Global warming potential values are based on the atmospheric lifetime of chemical species released into the troposphere and on the radiative forcing values of those chemical species. The atmospheric lifetime is evaluated using the chemical degradation rate by hydroxyl radical abstraction of hydrogen atoms from the released parent species for compounds with hydrogen atoms. Radiative forcing, the energy absorbed by the chemical per meter square of troposphere parallel to the Earth's surface per part per billion of concentration, is typically obtained through experimentally measured absorption cross sections followed by atmospheric modeling to obtain results. Pinnock, et al., found a short-cut of estimating radiative forcing through binning the percent transmittance of the Earth's atmosphere into 10 cm-1 bins and then aggregating absorption cross section data. Papasavva, et al., transferred this work for use with computational chemistry based predictions of IR spectra. Our earlier work build upon their approach and extensively showed relatively good agreement with experimentally based modeled values for radiative forcing for a large number of hydrofluoroethers.

One of the criticisms of our and Papasavva's work is that all of the peak intensity for a given frequency was assigned to only one 10 cm-1 bin, ignoring the fact that experimental peaks are distributed about peak heights. In this work, we explore the use of Lorentzian distributions of intensities about peak locations using scaled frequencies from the B3LYP/6-31g* level of theory. Extensive work in our lab has shown that this level of theory reproduces frequency locations extremely well and intensities are accurate compared to the limited data available for comparison.

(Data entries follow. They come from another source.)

//! From a plan's typed evaluation to the report: every record of `report.json`, and every
//! warning worded. This is the one place where study results become records and sentences.

use crate::error::Error;
use crate::measure::small_signal::STEERING_FRACTION;
use crate::model::budget::{BudgetLine, Limit, Metric};
use crate::model::corner::TYPICAL;
use crate::model::plan::{Plan, PlanCaution, SizingSettings, SizingVariable};
use crate::model::stage::Stage;
use crate::report::text::celsius;
use crate::report::{
    dbm, quantity_text, AnalysisRecord, BudgetRecord, DesignVerdictRecord, DistortionFrontRecord,
    FailingCheckRecord, FitRecord, FitSummaryRecord, FrontRecord, Harmonics, InterceptRecord,
    MonteCarloRecord, PointRecord, RecommendedStageRecord, RecommendedVerdictRecord, Region,
    RegionCellRecord, RegionRecord, RegionRowRecord, RegionSpanRecord, Report, ResidualRecord,
    ResidualSummaryRecord, SizingRecord, SizingScanRecord, SpreadRecord, StageRecord,
    TransferRecord, UnreachableRecord, VerdictRecord, YieldLineRecord, YieldRecord, CAUTION,
};
use crate::solve::response::{OperatingRegion, RegionCheck};
use crate::solve::spectrum::{ANALYSIS_FLOOR_DBC, CONVERGED_DB};
use crate::study::case::{CaseEvaluation, DrivePoint};
use crate::study::corners::{CornerSpread, SpreadFigure};
use crate::study::evaluate::{evaluate, PlanEvaluation, Progress, RecommendedStage};
use crate::study::fit::{BenchComparison, FitOutcome, FitTermination};
use crate::study::montecarlo::{Population, PopulationFigure};
use crate::study::region::{Axis, FrontPoint, RegionOutcome, RegionPoint};
use crate::study::sizing::{
    Basis, Binding, RangeEnd, RangeHint, SizingOutcome, Trial, Unreachable,
};
use crate::study::verdict::{DesignVerdict, FailingCheck, Judged, Verdict};
use crate::units::{format_si, short_number};

/// Name of the yield interval written in the report.
pub const INTERVAL_NAME: &str = "Wilson score interval, 95 %";

impl Plan {
    /// Evaluates the plan as `linbudget run` does — every stage, temperature, corner, frequency
    /// and amplitude, the budget, Monte Carlo and sizing — without writing anything.
    ///
    /// ```
    /// use linbudget::{BudgetLine, Drive, Limit, Metric, Plan, Stage};
    ///
    /// let plan = Plan::new("check", vec![Stage::new("pair", 1e-3, 2e3).emitter_resistance(200.0)],
    ///                      Drive::new(vec![0.01, 0.05]))
    ///     .budget_line(BudgetLine::new(Metric::Harmonic(3), Limit::Max(-40.0)).at(0.05));
    /// let report = plan.evaluate()?;
    /// assert!(report.met());
    /// assert_eq!(report.points.len(), 2);
    /// assert!(report.budget[0].margin.unwrap() > 0.0);
    /// # Ok::<(), linbudget::Error>(())
    /// ```
    pub fn evaluate(&self) -> Result<Report, Error> {
        self.evaluate_with(&|_| {})
    }

    /// [`Plan::evaluate`], telling `progress` what is being done.
    pub fn evaluate_with(&self, progress: &(dyn Fn(Progress) + Sync)) -> Result<Report, Error> {
        Ok(build(self, evaluate(self, progress)?))
    }
}

/// The report of an evaluated plan, its answer about the recommended design (plans with
/// sizing) or the design as planned.
pub fn build(plan: &Plan, evaluation: PlanEvaluation) -> Report {
    build_judged(plan, evaluation, Judged::Recommended)
}
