/// The whole result of a plan: what `report.json` holds.
///
/// ```
/// use linbudget::{Drive, Plan, Report, Stage};
///
/// let report: Report = Plan::new("r", vec![Stage::new("pair", 1e-3, 2e3)], Drive::new(vec![0.01]))
///     .evaluate()?;
/// let json = serde_json::to_string(&report).unwrap();
/// let back: Report = serde_json::from_str(&json).unwrap();
/// assert_eq!(back, report);
/// assert!(report.met()); // no budget: met
/// # Ok::<(), linbudget::Error>(())
/// ```
#[derive(Debug, Clone, Serialize, Deserialize, PartialEq)]
pub struct Report {
    /// Plan name.
    pub plan: String,
    /// Single-tone (and two-tone) results per stage, temperature, frequency and amplitude.
    pub points: Vec<PointRecord>,
    /// Intercepts, compression and small-signal figures per stage, temperature and frequency.
    pub intercepts: Vec<InterceptRecord>,
    /// Monte Carlo distributions per drive point and metric.
    pub monte_carlo: Vec<MonteCarloRecord>,
    /// Monte Carlo yield against the budget per stage and temperature.
    #[serde(rename = "yield")]
    pub yield_: Vec<YieldRecord>,
    /// Budget verdict per stage, temperature and line.
    pub budget: Vec<BudgetRecord>,
    /// Degeneration sizing per stage and temperature.
    pub sizing: Vec<SizingRecord>,
    /// Sizing over a region of several variables (tail current and emitter resistance), one
    /// per stage: the map of the region, the edges' binding lines and the Pareto fronts.
    #[serde(default)]
    pub sizing_region: Vec<RegionRecord>,
    /// Typical, minimum and maximum of each figure across the process corners.
    #[serde(default)]
    pub corner_spread: Vec<SpreadRecord>,
    /// Per-stage, per-temperature operating point and transfer figures.
    pub stages: Vec<StageRecord>,
    /// Every parameter of every stage fitted to bench data.
    #[serde(default)]
    pub fit: Vec<FitRecord>,
    /// How each fit went: residuals before and after, correlation matrix, convergence.
    #[serde(default)]
    pub fit_summary: Vec<FitSummaryRecord>,
    /// Every measured value next to the model's (nominal stage, and fitted stage when fitted).
    #[serde(default)]
    pub residuals: Vec<ResidualRecord>,
    /// Worst and rms residual per model stage and metric.
    #[serde(default)]
    pub residual_summary: Vec<ResidualSummaryRecord>,
    /// Analysis settings that qualify every figure.
    pub analysis: AnalysisRecord,
    /// Warnings raised while evaluating (also printed on standard error).
    pub warnings: Vec<String>,
    /// Whether the plan is met (see the exit-status rules): the same as `verdict.met`.
    pub met: bool,
    /// The verdicts on the design as planned and on the recommended design, and which one
    /// `met` is about.
    #[serde(default)]
    pub verdict: VerdictRecord,
    /// Caution to confirm against silicon.
    pub caution: String,
    /// The planned stages compared at equal tail current or equal input noise (plans with
    /// `comparison`).
    #[serde(default, skip_serializing_if = "Option::is_none")]
    pub scheme_comparison: Option<SchemeComparisonRecord>,
}

/// The planned stages compared at equal terms.
#[derive(Debug, Clone, PartialEq, Serialize, Deserialize)]
pub struct SchemeComparisonRecord {
    /// What is held equal: `tail_current` or `input_noise`.
    pub equal: String,
    /// The common value: A, or V/√Hz.
    pub value: f64,
    /// Temperature, °C.
    pub temperature_c: f64,
    /// Frequency, Hz.
    pub frequency_hz: f64,
    /// Amplitudes of the HD3 and IM3 lists, peak differential V.
    pub amplitudes_v: Vec<f64>,
    /// One row per planned stage.
    pub rows: Vec<SchemeRowRecord>,
}

/// One stage of the comparison, as compared.
#[derive(Debug, Clone, PartialEq, Serialize, Deserialize)]
pub struct SchemeRowRecord {
    /// The planned stage.
    pub stage: String,
    /// Its circuit form.
    pub topology: String,
    /// Its multi-tanh cell in words.
    #[serde(default, skip_serializing_if = "Option::is_none")]
    pub cell: Option<String>,
    /// Impedance scale k applied (1 at equal current).
    pub impedance_scale: f64,
    /// Tail current as compared, A.
    pub tail_current_a: f64,
    /// Load per side as compared, Ω.
    pub load_resistance_ohm: f64,
    /// Emitter resistance per side (half the split tail's resistor) as compared, Ω.
    pub emitter_resistance_ohm: f64,
    /// Small-signal gain, dB.
    pub gain_db: f64,
    /// IIP3, peak V per tone (null where the IM3 slope is never 3:1).
    pub iip3_v: Option<f64>,
    /// White input noise, V/√Hz.
    pub input_noise_v_rthz: f64,
    /// Voltage across the tail source at zero input, V.
    pub tail_source_voltage_v: f64,
    /// Headroom the degeneration takes at zero input, V.
    pub degeneration_drop_v: f64,
    /// HD3 at each amplitude, dBc (null below the floor).
    pub hd3_dbc: Vec<Option<f64>>,
    /// IM3 at each amplitude, dBc (null below the floor or without two tones).
    pub im3_dbc: Vec<Option<f64>>,
}

impl Report {
    /// Whether the plan is met: every budget line passes for every stage (or there is no
    /// budget), or, where the plan asks for sizing, the recommended design (each stage with
    /// the emitter resistance to build) meets every line. `run --as-planned` judges the stages
    /// as written instead; `verdict` holds both answers.
    pub fn met(&self) -> bool {
        self.met
    }
}

/// The verdicts of a plan: the design as planned, the recommended design, and the answer.
#[derive(Debug, Clone, Serialize, Deserialize, PartialEq, Default)]
pub struct VerdictRecord {
    /// The overall answer (what the exit status says).
    pub met: bool,
    /// Which design `met` is about: `recommended` (plans with sizing) or `as_planned`.
    pub judged: String,
    /// The answer in one line, naming the design that met.
    pub summary: String,
    /// The stages as written in the plan.
    pub as_planned: DesignVerdictRecord,
    /// The recommended design: each stage with the emitter resistance (and load) to build,
    /// evaluated in full as a derived stage (plans with sizing).
    #[serde(default, skip_serializing_if = "Option::is_none")]
    pub recommended: Option<RecommendedVerdictRecord>,
}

We compute radiative forcing values for close to 100 chemical species using the Lorentzian distributed peaks in order to improve our earlier predictions and expand on a reproducible methodology for accurate radiative forcing predictions. We find significant reduction of error compared to experimentally modeled results versus our earlier work. This approach provides for a robust method of quickly building databases of radiative forcing results that can be combined with kinetic degradation rates to predict global warming potentials.